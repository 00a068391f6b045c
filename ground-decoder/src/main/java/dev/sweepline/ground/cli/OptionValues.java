package dev.sweepline.ground.cli;

import dev.sweepline.ground.frame.FrameConstants;
import dev.sweepline.ground.frame.FrameSynchroniser;
import picocli.CommandLine.ITypeConverter;
import picocli.CommandLine.TypeConversionException;

/** picocli converters of the ground's option values: a bad value is a usage error naming the option. */
final class OptionValues {
    /** Largest spacecraft id: the TM frame's 10-bit field (CCSDS 132.0-B-3 §4.1.2.2.3). */
    static final int MAX_SCID = 0x3FF;

    private OptionValues() {
    }

    private static int integer(String s) {
        try {
            return Integer.decode(s);
        } catch (NumberFormatException e) {
            throw new TypeConversionException("'" + s + "' is not a whole number (decimal or 0x hex)");
        }
    }

    /** {@code --frame-length}: auto, or 128..2048 octets (telemetry ICD §1). */
    static final class FrameLength implements ITypeConverter<Integer> {
        @Override
        public Integer convert(String s) {
            if ("auto".equalsIgnoreCase(s)) {
                return FrameSynchroniser.AUTO_LENGTH;
            }
            int l = integer(s);
            if (l < FrameConstants.MIN_FRAME_OCTETS || l > FrameConstants.MAX_FRAME_OCTETS) {
                throw new TypeConversionException("must be " + FrameConstants.MIN_FRAME_OCTETS + ".."
                        + FrameConstants.MAX_FRAME_OCTETS + " octets or auto, got " + s);
            }
            return l;
        }
    }

    /** {@code --scid}: 0..0x3FF. */
    static final class Scid implements ITypeConverter<Integer> {
        @Override
        public Integer convert(String s) {
            int id = integer(s);
            if (id < 0 || id > MAX_SCID) {
                throw new TypeConversionException("must be 0..0x3FF (a 10-bit spacecraft id), got " + s);
            }
            return id;
        }
    }

    /** A rate above zero ({@code --allocation}). */
    static final class Positive implements ITypeConverter<Double> {
        @Override
        public Double convert(String s) {
            double v;
            try {
                v = Double.parseDouble(s);
            } catch (NumberFormatException e) {
                throw new TypeConversionException("'" + s + "' is not a number");
            }
            if (!(v > 0) || Double.isInfinite(v)) {
                throw new TypeConversionException("must be above 0, got " + s);
            }
            return v;
        }
    }
}
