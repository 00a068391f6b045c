package dev.sweepline.ground.cli;

import java.io.IOException;
import java.nio.file.AccessDeniedException;
import java.nio.file.FileSystemException;
import java.nio.file.Files;
import java.nio.file.NoSuchFileException;
import java.nio.file.Path;

/** The input files of the commands: checked and read with one line naming the option, the file and why. */
final class Inputs {
    private Inputs() {
    }

    /** Checks the telemetry file can be read. */
    static void readable(Path input) {
        if (Files.isDirectory(input)) {
            throw new GroundFailure(ExitCodes.INPUT, input + ": is a folder, not a telemetry file");
        }
        if (!Files.exists(input)) {
            throw new GroundFailure(ExitCodes.INPUT, input + ": no such file");
        }
        if (!Files.isReadable(input)) {
            throw new GroundFailure(ExitCodes.INPUT, input + ": cannot read it (permission denied)");
        }
    }

    /** The octets of the file {@code option} names. */
    static byte[] read(String option, Path file) {
        if (Files.isDirectory(file)) {
            throw new GroundFailure(ExitCodes.INPUT, option + " " + file + ": is a folder, not a file");
        }
        try {
            return Files.readAllBytes(file);
        } catch (IOException e) {
            throw new GroundFailure(ExitCodes.INPUT, option + " " + file + ": " + reason(e));
        }
    }

    /** What went wrong with a file, in words. */
    static String reason(IOException e) {
        if (e instanceof NoSuchFileException) {
            return "no such file or directory";
        }
        if (e instanceof AccessDeniedException) {
            return "permission denied";
        }
        if (e instanceof FileSystemException f && f.getReason() != null) {
            return f.getReason();
        }
        return e.getMessage() != null ? e.getMessage() : e.getClass().getSimpleName();
    }
}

--- What is being asked ---
Pull out each line of the records holding the string "instanceof".

--- Task response ---
        if (e instanceof NoSuchFileException) {
        if (e instanceof AccessDeniedException) {
        if (e instanceof FileSystemException f && f.getReason() != null) {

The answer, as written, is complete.